* **Data for processing**
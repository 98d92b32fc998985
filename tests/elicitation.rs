//! Elicitation against outside references: scipy least-squares and exact
//! fits, mpmath mixture posteriors (tests/reference/generate_fits.py), a
//! published quantile-fit example, and the behaviour each method promises.

use priorwright::elicit::fit::{Fixed, Judgment, Method, Scale, fit};
use priorwright::elicit::{Mixture, methods};
use priorwright::family::keys::Keys;
use priorwright::family::{Future, Prior, Value};
use serde_json::Value as Json;

fn fixture() -> Json {
    let text = std::fs::read_to_string(concat!(
        env!("CARGO_MANIFEST_DIR"),
        "/tests/reference/fixtures/fits.json"
    ))
    .expect("fixture present");
    serde_json::from_str(&text).expect("JSON")
}

fn hyper(prior: &Prior, key: &str) -> f64 {
    match prior.hyperparameters().into_iter().find(|(k, _)| *k == key) {
        Some((_, Value::Number(x))) => x,
        _ => panic!("no {key}"),
    }
}

fn j(parameter: Option<&str>, p: f64, value: f64) -> Judgment {
    Judgment {
        parameter: parameter.map(str::to_owned),
        p,
        value,
    }
}

#[test]
fn fits_match_scipy() {
    for case in fixture()["fits"].as_array().unwrap() {
        let family = case["family"].as_str().unwrap();
        let judgments: Vec<Judgment> = case["judgments"]
            .as_array()
            .unwrap()
            .iter()
            .map(|x| {
                j(
                    x["parameter"].as_str(),
                    x["p"].as_f64().unwrap(),
                    x["value"].as_f64().unwrap(),
                )
            })
            .collect();
        let fixed = Fixed {
            sigma: case["fixed"]["sigma"].as_f64(),
            ..Fixed::default()
        };
        let scale = match case["observable"].as_f64() {
            None => Scale::Unknowns,
            Some(m) if family == "beta-binomial" => Scale::Observable(Future::Trials(m as u64)),
            Some(t) => Scale::Observable(Future::Exposure(t)),
        };
        let f = fit(family, &fixed, scale, &judgments).unwrap();
        let theirs = case["objective"].as_f64().unwrap();
        assert!(
            f.objective <= theirs + 1e-12,
            "{family}: objective {} vs scipy {theirs}",
            f.objective
        );
        for (k, v) in case["hyperparameters"].as_object().unwrap() {
            let (ours, want) = (hyper(&f.prior, k), v.as_f64().unwrap());
            assert!(
                ((ours - want) / want).abs() < 1e-6,
                "{family} {k}: {ours} vs scipy {want}"
            );
        }
        if judgments.len() == 2 {
            assert_eq!(f.method, Method::Exact, "{family}");
        }
    }
}

#[test]
fn mixture_posteriors_match_quadrature() {
    for case in fixture()["mixtures"].as_array().unwrap() {
        let family = case["family"].as_str().unwrap();
        let parts = case["components"]
            .as_array()
            .unwrap()
            .iter()
            .map(|c| {
                (
                    c[0].as_f64().unwrap(),
                    Prior::parse(family, c[1].as_str().unwrap()).unwrap(),
                )
            })
            .collect();
        let mix = Mixture::new(parts).unwrap();
        let data = mix.components()[0]
            .1
            .parse_data(case["data"].as_str().unwrap())
            .unwrap();
        let post = mix.update(&data).unwrap();
        for ((w, _), want) in post
            .components()
            .iter()
            .zip(case["weights"].as_array().unwrap())
        {
            assert!(
                (w - want.as_f64().unwrap()).abs() < 1e-10,
                "{family} weight {w} vs {want}"
            );
        }
        let law = &post.marginals()[0].1;
        let mean = law.mean().unwrap();
        assert!((mean - case["mean"].as_f64().unwrap()).abs() < 1e-10 * mean);
        for (p, want) in [0.025, 0.975]
            .iter()
            .zip(case["central_95"].as_array().unwrap())
        {
            let got = law.quantile_near(*p, None);
            let want = want.as_f64().unwrap();
            assert!(
                ((got - want) / want).abs() < 1e-9,
                "{family} q{p}: {got} vs {want}"
            );
        }
        let ln_ml = mix.ln_marginal_likelihood(&data).unwrap();
        assert!((ln_ml - case["ln_marginal"].as_f64().unwrap()).abs() < 1e-10);
    }
}

#[test]
fn albert_median_and_ninetieth_percentile() {
    // Albert, Bayesian Computation with R, 2nd ed. (2009), §2.4: a prior whose
    // median is 0.3 and 90th percentile 0.5 is Beta(3.26, 7.19) (from memory).
    let f = fit(
        "beta-binomial",
        &Fixed::default(),
        Scale::Unknowns,
        &[j(None, 0.5, 0.3), j(None, 0.9, 0.5)],
    )
    .unwrap();
    assert!((hyper(&f.prior, "alpha") - 3.26).abs() < 0.005);
    assert!((hyper(&f.prior, "beta") - 7.19).abs() < 0.005);
    assert_eq!(f.method, Method::Exact);
    assert!(f.max_abs_error < 1e-12);
}

#[test]
fn inconsistent_judgments_name_the_one_at_fault() {
    let fx = Fixed::default();
    let e = fit(
        "beta-binomial",
        &fx,
        Scale::Unknowns,
        &[j(None, 0.5, 0.3), j(None, 0.9, 0.2)],
    )
    .unwrap_err();
    assert_eq!(
        e.to_string(),
        "judgments 2 and 1 are not increasing: P(theta ≤ 0.2) = 0.9 but P(theta ≤ 0.3) = 0.5"
    );
    let e = fit(
        "beta-binomial",
        &fx,
        Scale::Unknowns,
        &[j(None, 1.5, 0.3), j(None, 0.9, 0.5)],
    )
    .unwrap_err();
    assert_eq!(
        e.to_string(),
        "judgment 1: probability 1.5 must lie strictly between 0 and 1"
    );
    let e = fit(
        "gamma-poisson",
        &fx,
        Scale::Unknowns,
        &[j(None, 0.5, -1.0), j(None, 0.9, 2.0)],
    )
    .unwrap_err();
    assert_eq!(
        e.to_string(),
        "judgment 1: value -1 for lambda must be inside the unknown's range"
    );
    let e = fit("beta-binomial", &fx, Scale::Unknowns, &[j(None, 0.5, 0.3)]).unwrap_err();
    assert!(e.to_string().contains("give at least 2 judgments (got 1)"));
    let e = fit(
        "gamma-exponential",
        &fx,
        Scale::Unknowns,
        &[j(Some("mtbf"), 0.5, 3.0), j(None, 0.9, 5.0)],
    )
    .unwrap_err();
    assert!(
        e.to_string()
            .contains("judgment 1 names 'mtbf', which is not an unknown of gamma-exponential")
    );
    let e = fit(
        "normal-known-variance",
        &fx,
        Scale::Unknowns,
        &[j(None, 0.5, 3.0), j(None, 0.9, 5.0)],
    )
    .unwrap_err();
    assert!(e.to_string().contains("--fixed sigma="));
    let e = fit(
        "beta-binomial",
        &fx,
        Scale::Observable(Future::Trials(20)),
        &[j(None, 0.5, 4.5), j(None, 0.9, 8.0)],
    )
    .unwrap_err();
    assert!(
        e.to_string()
            .contains("must be a whole count from 0 to the future trials")
    );
}

#[test]
fn mode_with_interval_keeps_the_mode() {
    let m = methods::mode_interval(
        "beta-binomial",
        None,
        &Fixed::default(),
        0.2,
        (0.1, 0.4),
        0.9,
    )
    .unwrap();
    let theta = m.prior.marginals()[0].distribution;
    assert!((theta.mode().unwrap() - 0.2).abs() < 1e-12);
    assert!((theta.cdf(0.4) - theta.cdf(0.1) - 0.9).abs() < 1e-10);
    let m = methods::mode_interval(
        "gamma-exponential",
        Some("mean_time"),
        &Fixed::default(),
        500.0,
        (200.0, 2000.0),
        0.8,
    )
    .unwrap();
    let mt = m.prior.marginals()[1].distribution;
    assert!((mt.mode().unwrap() - 500.0).abs() < 1e-9);
    let e = methods::mode_interval(
        "beta-binomial",
        None,
        &Fixed::default(),
        0.5,
        (0.1, 0.4),
        0.9,
    )
    .unwrap_err();
    assert_eq!(
        e.to_string(),
        "the mode 0.5 must lie inside the interval [0.1, 0.4]"
    );
    // The flattest beta with mode 0.5 (uniform) already gives [0.05, 0.95] probability 0.9.
    let e = methods::mode_interval(
        "beta-binomial",
        None,
        &Fixed::default(),
        0.5,
        (0.05, 0.95),
        0.5,
    )
    .unwrap_err();
    assert!(e.to_string().contains("is too low"));
}

#[test]
fn chips_handle_empty_end_bins_and_a_single_full_bin() {
    // Empty end bins collapse to the edge beside the chips: same fit with or without them.
    let fx = Fixed::default();
    let a = methods::chips(
        "beta-binomial",
        None,
        &fx,
        &[0.0, 0.1, 0.2, 0.3, 0.4, 1.0],
        &[0.0, 3.0, 5.0, 2.0, 0.0],
    )
    .unwrap();
    let b = methods::chips(
        "beta-binomial",
        None,
        &fx,
        &[0.1, 0.2, 0.3, 0.4],
        &[3.0, 5.0, 2.0],
    )
    .unwrap();
    assert_eq!(a.judgments.len(), 4);
    assert!((hyper(&a.prior, "alpha") - hyper(&b.prior, "alpha")).abs() < 1e-9);
    // All chips in one bin: two judgments at its edges, met exactly.
    let c = methods::chips(
        "gamma-poisson",
        None,
        &fx,
        &[0.0, 1.0, 2.0, 5.0],
        &[0.0, 10.0, 0.0],
    )
    .unwrap();
    assert_eq!(c.judgments.len(), 2);
    assert_eq!(c.method, Method::Exact);
    assert!((c.judgments[0].p - 0.5 / 11.0).abs() < 1e-15);
    let e = methods::chips("beta-binomial", None, &fx, &[0.0, 0.5, 1.0], &[0.0, 0.0]).unwrap_err();
    assert_eq!(e.to_string(), "no chips were placed");
    let e = methods::chips("beta-binomial", None, &fx, &[0.0, 0.5, 1.0], &[1.5, 2.0]).unwrap_err();
    assert!(
        e.to_string()
            .contains("chips in bin 1 = 1.5 is not allowed")
    );
}

#[test]
fn imagined_data_fix_the_ess_or_say_why_not() {
    let fx = Fixed::default();
    let keys =
        |t: &str| Keys::parse(t, "--imagined", &["successes", "trials", "estimate"]).unwrap();
    // Mean 0.2 held; 10 of 20 would move the estimate to 0.3: (0.2·E + 10)/(E + 20) = 0.3 → E = 40.
    let p = methods::imagined(
        "beta-binomial",
        &fx,
        0.2,
        &keys("successes=10,trials=20,estimate=0.3"),
    )
    .unwrap();
    assert!((hyper(&p, "alpha") - 8.0).abs() < 1e-12 && (hyper(&p, "beta") - 32.0).abs() < 1e-12);
    let e = methods::imagined(
        "beta-binomial",
        &fx,
        0.2,
        &keys("successes=10,trials=20,estimate=0.2"),
    )
    .unwrap_err();
    assert!(e.to_string().contains("does not move"));
    let e = methods::imagined(
        "beta-binomial",
        &fx,
        0.2,
        &keys("successes=10,trials=20,estimate=0.1"),
    )
    .unwrap_err();
    assert!(e.to_string().contains("away from the imagined data"));
    let e = methods::imagined(
        "beta-binomial",
        &fx,
        0.2,
        &keys("successes=10,trials=20,estimate=0.6"),
    )
    .unwrap_err();
    assert!(e.to_string().contains("moves past the imagined data"));
}

#[test]
fn observable_judgments_fit_through_the_predictive() {
    // Successes in the next 20 trials: median 4 and 90th percentile 8.
    let f = fit(
        "beta-binomial",
        &Fixed::default(),
        Scale::Observable(Future::Trials(20)),
        &[j(None, 0.5, 4.0), j(None, 0.9, 8.0)],
    )
    .unwrap();
    let pred = match f.prior.predictive(&Future::Trials(20)).unwrap() {
        priorwright::family::Predictive::Count(d) => d,
        _ => unreachable!(),
    };
    assert!((pred.cdf(4) - 0.5).abs() < 1e-12 && (pred.cdf(8) - 0.9).abs() < 1e-12);
}

#[test]
fn pools_and_robust_mixtures() {
    let a = Prior::parse("beta-binomial", "alpha=2,beta=18").unwrap();
    let b = Prior::parse("beta-binomial", "alpha=6,beta=6").unwrap();
    let mix = Mixture::new(vec![(0.6, a.clone()), (0.4, b.clone())]).unwrap();
    // Log pool: weighted sum of the natural hyperparameters.
    let pool = mix.log_pool().unwrap();
    assert!((hyper(&pool, "alpha") - (0.6 * 2.0 + 0.4 * 6.0)).abs() < 1e-12);
    // The linear pool's two modes give a two-piece highest-density region at a low level.
    let law = &mix.marginals()[0].1;
    let central = law.quantile_near(0.5, None);
    let hpd = law.hpd_interval(
        0.6,
        &priorwright::distribution::Interval::single(0.6, central, central),
    );
    assert_eq!(hpd.pieces.len(), 2, "{hpd:?}");
    let mass: f64 = hpd
        .pieces
        .iter()
        .map(|(l, u)| law.tails(*u).0 - law.tails(*l).0)
        .sum();
    assert!((mass - 0.6).abs() < 1e-9);
    let e = Mixture::new(vec![(0.5, a.clone()), (0.4, b.clone())]).unwrap_err();
    assert_eq!(
        e.to_string(),
        "mixture weights must sum to 1; they sum to 0.9"
    );
    let g = Prior::parse("gamma-poisson", "alpha=1,beta=1").unwrap();
    let e = Mixture::new(vec![(0.5, a), (0.5, g)]).unwrap_err();
    assert!(e.to_string().contains("a mixture needs one family"));
    // Unit-information component: same mean, ESS 1.
    let u = b.unit_information().unwrap();
    assert!((hyper(&u, "alpha") - 0.5).abs() < 1e-15 && (hyper(&u, "beta") - 0.5).abs() < 1e-15);
}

* **Goal of the exercise**
After reading the material above, state how many of its lines hold the word "marginals". No other output is needed.

* **Finished exercise**
4